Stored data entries
######
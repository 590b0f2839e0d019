"""Circuits as text for a device team: OpenQASM 3, OpenQASM 2.0 and Cirq JSON, all with the same rows.

OpenQASM. One register q and, where something is measured, one register c; one statement a line; angles with every
digit, so that reading them back gives the same numbers. Gates outside the format's standard file are defined at the
top, by standard gates, up to a global phase: r, iswap, sqrt_iswap, fsim, zz and sxdg, and sx in 2.0 only. The gate u is
U in OpenQASM 3 and u3 in 2.0. Every barrier row is a line `barrier q;`. Where a gate could start in an earlier layer,
a barrier on its qubits and on one that is busy till then holds it back. So each gate as early as its qubits are free
gives back the layers, where virtual gates take no time, and barriers on single qubits are no rows.

Cirq. One moment a layer; Cirq has no barrier, so an empty moment stands for one. u is PhasedXZGate and r
PhasedXPowGate, in half turns, so that their angles agree to rounding, and the gates up to a global phase. Where all
measurements are in one layer they are one operation with the key c, classical bit 0 first; else each has the key c[j]
of its bit j.

Gates that are stored as matrices come from imported circuits and have no OpenQASM text here.
"""

from __future__ import annotations

from collections.abc import Callable, Sequence
from functools import cache
from typing import TYPE_CHECKING

import numpy as np

from rcbench.arrays import IntArray
from rcbench.circuits.circuit import Circuit
from rcbench.circuits.gates import CODE, KINDS
from rcbench.circuits.qasm_layers import waits
from rcbench.errors import InputError, suggest

if TYPE_CHECKING:
    import cirq

SUFFIX = {"qasm3": ".qasm", "qasm2": ".qasm", "cirq-json": ".json"}

# parameters in alphabetical order: qiskit's OpenQASM 3 reader fills them in that order, not in the order written
_BODIES = {
    "sx": "a { sdg a; h a; sdg a; }",
    "sxdg": "a { s a; h a; s a; }",
    "r": "(alpha, beta) a { U(alpha, beta - pi/2, pi/2 - beta) a; }",
    "iswap": "a, b { s a; s b; h a; cx a, b; cx b, a; h b; }",
    # a rotation of |01> and |10> is one controlled by b and turned about X, between two cx
    "sqrt_iswap": "a, b { cx a, b; h a; rz(-pi/4) a; cx b, a; rz(pi/4) a; cx b, a; h a; cx a, b; }",
    "fsim": "(alpha, beta) a, b { cx a, b; h a; rz(alpha) a; cx b, a; rz(-alpha) a; cx b, a; h a; cx a, b; "
    "rz(-beta/2) a; rz(-beta/2) b; cx a, b; rz(beta/2) b; cx a, b; }",
    "zz": "(alpha) a, b { cx a, b; rz(alpha) b; cx a, b; }",
}


def write_circuit(circuit: Circuit, circuit_format: str) -> str:
    """The text of a circuit in one of the formats of `SUFFIX`.

    Raises:
        InputError: an unknown format, or a gate that the format cannot hold.
    """
    if circuit_format not in _WRITERS:
        raise InputError("circuit_format", circuit_format, suggest(circuit_format, _WRITERS))
    return _WRITERS[circuit_format](circuit)


def to_qasm3(circuit: Circuit) -> str:
    """OpenQASM 3.0.

    Raises:
        InputError: a gate that is stored as a matrix.
    """
    bits = _bits(circuit)
    header = ["OPENQASM 3.0;", 'include "stdgates.inc";', *_definitions(circuit, standard=("sx",), u="U")]
    header += [f"qubit[{circuit.n_qubits}] q;", *([f"bit[{bits}] c;"] if bits else [])]
    return _qasm(circuit, header, "U", "c[{bit}] = measure q[{qubit}];")


def to_qasm2(circuit: Circuit) -> str:
    """OpenQASM 2.0.

    Raises:
        InputError: a gate that is stored as a matrix.
    """
    bits = _bits(circuit)
    header = ["OPENQASM 2.0;", 'include "qelib1.inc";', *_definitions(circuit, standard=(), u="u3")]
    header += [f"qreg q[{circuit.n_qubits}];", *([f"creg c[{bits}];"] if bits else [])]
    return _qasm(circuit, header, "u3", "measure q[{qubit}] -> c[{bit}];")


def to_cirq(circuit: Circuit) -> cirq.Circuit:
    """A Cirq circuit on LineQubit(0) to LineQubit(n_qubits - 1), one moment a layer, empty where there is a barrier."""
    import cirq

    out = cirq.read_json(json_text=to_cirq_json(circuit))
    assert isinstance(out, cirq.Circuit)
    return out


def to_cirq_json(circuit: Circuit) -> str:
    """The same circuit as Cirq's JSON, one moment a line; read by cirq.read_json."""
    from rcbench.circuits.export_cirq import operations

    moments: dict[int, list[str]] = {}
    for layer, text in zip(circuit.layer.tolist(), operations(circuit), strict=True):
        moment = moments.setdefault(layer, [])
        if text:
            moment.append(text)
    lines = ['{"cirq_type":"Moment","operations":[' + ",".join(moment) + "]}" for moment in moments.values()]
    return '{"cirq_type":"Circuit","moments":[\n' + ",\n".join(lines) + "\n]}\n"


def angle_text(values: Sequence[float]) -> list[str]:
    """Each number in the shortest decimal that gives the same float, with a point, as OpenQASM 2.0 asks."""
    texts = [repr(value) for value in values]
    return [text.replace("e", ".0e") if "e" in text and "." not in text else text for text in texts]


def _qasm(circuit: Circuit, header: list[str], u: str, measure: str) -> str:
    numbers = angle_text(circuit.parameters.tolist())
    lines = [""] * len(circuit)
    for code in np.unique(circuit.kind).tolist():
        rows = np.flatnonzero(circuit.kind == code)
        name, one, two = KINDS[code].name, circuit.qubits[rows, 0].tolist(), circuit.qubits[rows, 1].tolist()
        if name == "barrier":
            texts = ["barrier q;"] * len(rows)
        elif name == "measure":
            texts = [measure.format(qubit=qubit, bit=bit) for qubit, bit in zip(one, two, strict=True)]
        else:
            calls = _calls(u if name == "u" else name, KINDS[code].n_parameters, circuit.first[rows], numbers)
            places = [f" q[{qubit}];" for qubit in one]
            if KINDS[code].n_qubits == 2:
                places = [f" q[{first}], q[{second}];" for first, second in zip(one, two, strict=True)]
            texts = [call + place for call, place in zip(calls, places, strict=True)]
        for row, text in zip(rows.tolist(), texts, strict=True):
            lines[row] = text
    for row, qubits in waits(circuit).items():
        lines[row] = f"barrier {', '.join(f'q[{qubit}]' for qubit in qubits)};\n{lines[row]}"
    return "\n".join([*header, *lines, ""])


def _calls(name: str, n_parameters: int, first: IntArray, numbers: list[str]) -> list[str]:
    """Gate names with their angles in brackets."""
    starts = first.tolist()
    if n_parameters == 0:
        return [name] * len(starts)
    if n_parameters == 1:
        return [f"{name}({numbers[start]})" for start in starts]
    return [f"{name}({', '.join(numbers[start : start + n_parameters])})" for start in starts]


def _bits(circuit: Circuit) -> int:
    return int(circuit.qubits[circuit.kind == CODE["measure"], 1].max(initial=-1)) + 1


def _definitions(circuit: Circuit, standard: tuple[str, ...], u: str) -> list[str]:
    """The definitions of the gates used that the standard file lacks."""
    used = [KINDS[code].name for code in np.unique(circuit.kind).tolist()]
    for name in used:
        if name.startswith("matrix"):
            raise InputError("gate", name, "gates with a name; a gate stored as a matrix has no OpenQASM text")
    if not np.isfinite(circuit.parameters).all():
        raise InputError("angle", "not a finite number", "finite angles")
    return [_definition(name, u) for name in used if name in _BODIES and name not in standard]


@cache
def _definition(name: str, u: str) -> str:
    body = _BODIES[name].replace("U(", f"{u}(")
    return f"gate {name}{body}" if body.startswith("(") else f"gate {name} {body}"


_WRITERS: dict[str, Callable[[Circuit], str]] = {"qasm3": to_qasm3, "qasm2": to_qasm2, "cirq-json": to_cirq_json}
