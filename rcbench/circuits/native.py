"""One-qubit unitaries in the device's native one-qubit gates, and which logical gates which native gate serves.

Everything here holds up to a global phase. A unitary becomes the three angles (t, p, l) of the gate u, and the angles
become rows:

    u        u(t, p, l)
    r+rz     r(t, pi/2 - l), then the virtual rz(p + l)
    sx+rz    rz, sx, rz, sx, rz; one sx where t is a quarter turn, none where it is zero

Angles within 1e-12 of a multiple of pi/4 are set to it, so that quarter turns, Cliffords and Paulis come out exact, and
what is the identity adds no row.
"""

from __future__ import annotations

from collections.abc import Iterable, Sequence
from dataclasses import dataclass
from typing import Any

import numpy as np

from rcbench.arrays import BoolArray, ComplexArray, FloatArray, IntArray
from rcbench.circuits.circuit import CircuitBuilder
from rcbench.device import NATIVE_ONE_QUBIT, NATIVE_TWO_QUBIT, NativeGate
from rcbench.errors import InputError, suggest

# (logical, native) two-qubit gates compiled here; zz at any angle or at +-pi/2, fsim at (+-pi/2, 0) only
SERVED: tuple[tuple[str, str], ...] = tuple(
    (logical, gate) for logical in ("haar", "clifford") for gate in NATIVE_TWO_QUBIT
)
SNAP = 1e-12
ANGLE_TOLERANCE = 1e-7  # a stated native angle this close to pi/2 or 0 counts as that angle


@dataclass(frozen=True, slots=True)
class Pulse:
    """One native layer of many one-qubit gates at once.

    Args:
        name: gate kind.
        present: (...) true where the gate has a row in this layer.
        parameters: (..., k) its angles, None where the kind has none.
    """

    name: str
    present: BoolArray
    parameters: FloatArray | None = None

    def __getitem__(self, rows: Any) -> Pulse:
        return Pulse(self.name, self.present[rows], None if self.parameters is None else self.parameters[rows])


def snap(angles: FloatArray) -> FloatArray:
    """The same angles from -pi (excluded) to pi, exact where within 1e-12 of a multiple of pi/4."""
    steps = np.round(angles * (4 / np.pi))
    near = np.abs(angles - steps * (np.pi / 4)) < SNAP
    wrapped = np.where(np.abs(angles) > np.pi, angles - 2 * np.pi * np.round(angles / (2 * np.pi)), angles)
    exact = (4 - np.mod(4 - steps, 8)) * (np.pi / 4)
    return np.asarray(np.where(near, exact, wrapped), dtype=np.float64)


def euler_angles(matrices: ComplexArray) -> FloatArray:
    """(..., 3) angles (t, p, l) of the gate u that equals each (..., 2, 2) unitary up to phase; t from 0 to pi.

    A diagonal gate has t = 0 and l = 0; a gate with no diagonal has t = pi and p = -l.
    """
    a, b, c, d = matrices[..., 0, 0], matrices[..., 0, 1], matrices[..., 1, 0], matrices[..., 1, 1]
    t = snap(2 * np.arctan2(np.abs(c), np.abs(a)))
    p = np.angle(c * a.conj())
    # whichever of p + l and p - l sits on the larger entries is well defined: the smaller ones are mostly rounding
    l = np.where(np.abs(a) > np.abs(c), np.angle(d * a.conj()) - p, p - np.angle(-c * b.conj()))
    p, l = np.where(t == 0, p + l, p), np.where(t == 0, 0.0, l)
    half = (p - l) / 2
    flip = t == np.pi
    p, l = np.where(flip, half, p), np.where(flip, -half, l)
    return np.stack([t, snap(p), snap(l)], axis=-1)


def pulses(native: str, angles: FloatArray) -> tuple[Pulse, ...]:
    """The native layers, first to last, of gates given by their (..., 3) angles from `euler_angles`.

    Raises:
        InputError: an unknown native set.
    """
    if native not in _PULSES:
        raise InputError("one_qubit", native, suggest(native, NATIVE_ONE_QUBIT))
    return _PULSES[native](angles)


def add_one_qubit(builder: CircuitBuilder, native: str, qubits: Sequence[int], matrices: ComplexArray) -> None:
    """Add rows for one unitary a qubit, in native gates, up to a global phase; the layers are aligned.

    Args:
        builder: the circuit so far; the rows start in its current layer and a new layer follows them.
        native: one of `device.NATIVE_ONE_QUBIT`.
        qubits: m different qubits.
        matrices: (m, 2, 2) unitaries.
    Raises:
        InputError: an unknown native set.
    """
    add_euler(builder, native, qubits, euler_angles(matrices))


def add_euler(builder: CircuitBuilder, native: str, qubits: Sequence[int], angles: FloatArray) -> None:
    """The same for gates given by their (m, 3) angles from `euler_angles`, where many were worked out at once."""
    add_pulses(builder, np.asarray(qubits), pulses(native, angles))


def add_pulses(builder: CircuitBuilder, qubits: IntArray, layers: Iterable[Pulse]) -> None:
    """The same for gates given by their `pulses`: (m,) qubits, and pulses of m gates."""
    for pulse in layers:
        present = pulse.present
        if present.any():
            builder.add_rows(
                pulse.name, qubits[present], None if pulse.parameters is None else pulse.parameters[present]
            )
            builder.next_layer()


def served_parameters(gate: NativeGate) -> tuple[float, ...]:
    """The angles of a native gate on all couplers, where two-qubit unitaries are to be compiled to it.

    Raises:
        InputError: couplers with different angles.
    """
    found = [values for values in (gate.parameters, *gate.by_coupler.values()) if values]
    if any(
        np.shape(one) != np.shape(found[0]) or not np.allclose(one, found[0], rtol=0, atol=ANGLE_TOLERANCE)
        for one in found
    ):
        raise InputError(
            gate.name, sorted(set(found)), "the same angles on all couplers, where unitaries are compiled to it"
        )
    return found[0] if found else ()


def _u_pulses(angles: FloatArray) -> tuple[Pulse, ...]:
    return (Pulse("u", np.asarray(angles.any(axis=-1)), angles),)


def _r_rz_pulses(angles: FloatArray) -> tuple[Pulse, ...]:
    t, p, l = np.moveaxis(angles, -1, 0)
    turn = np.stack([t, snap(np.pi / 2 - l)], axis=-1)
    return Pulse("r", t != 0, turn), _rz_pulse(p + l)


def _sx_rz_pulses(angles: FloatArray) -> tuple[Pulse, ...]:
    t, p, l = np.moveaxis(angles, -1, 0)
    none, one, half = t == 0, t == np.pi / 2, t == np.pi
    # a half turn is two quarter turns with nothing between: all its phase goes to the end
    start = np.where(none | half, 0, np.where(one, l - np.pi / 2, l))
    between = np.where(none | one | half, 0, t + np.pi)
    end = np.where(none, p + l, np.where(one, p + np.pi / 2, np.where(half, p - l + np.pi, p + np.pi)))
    first, second = Pulse("sx", ~none), Pulse("sx", ~(none | one))
    return _rz_pulse(start), first, _rz_pulse(between), second, _rz_pulse(end)


def _rz_pulse(angles: FloatArray) -> Pulse:
    angles = snap(angles)
    return Pulse("rz", angles != 0, angles[..., None])


_PULSES = {"u": _u_pulses, "r+rz": _r_rz_pulses, "sx+rz": _sx_rz_pulses}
######
Required work:
Among the lines above, list those that contain the word "unique".

Written solution:
    for code in np.unique(circuit.kind).tolist():
    used = [KINDS[code].name for code in np.unique(circuit.kind).tolist()]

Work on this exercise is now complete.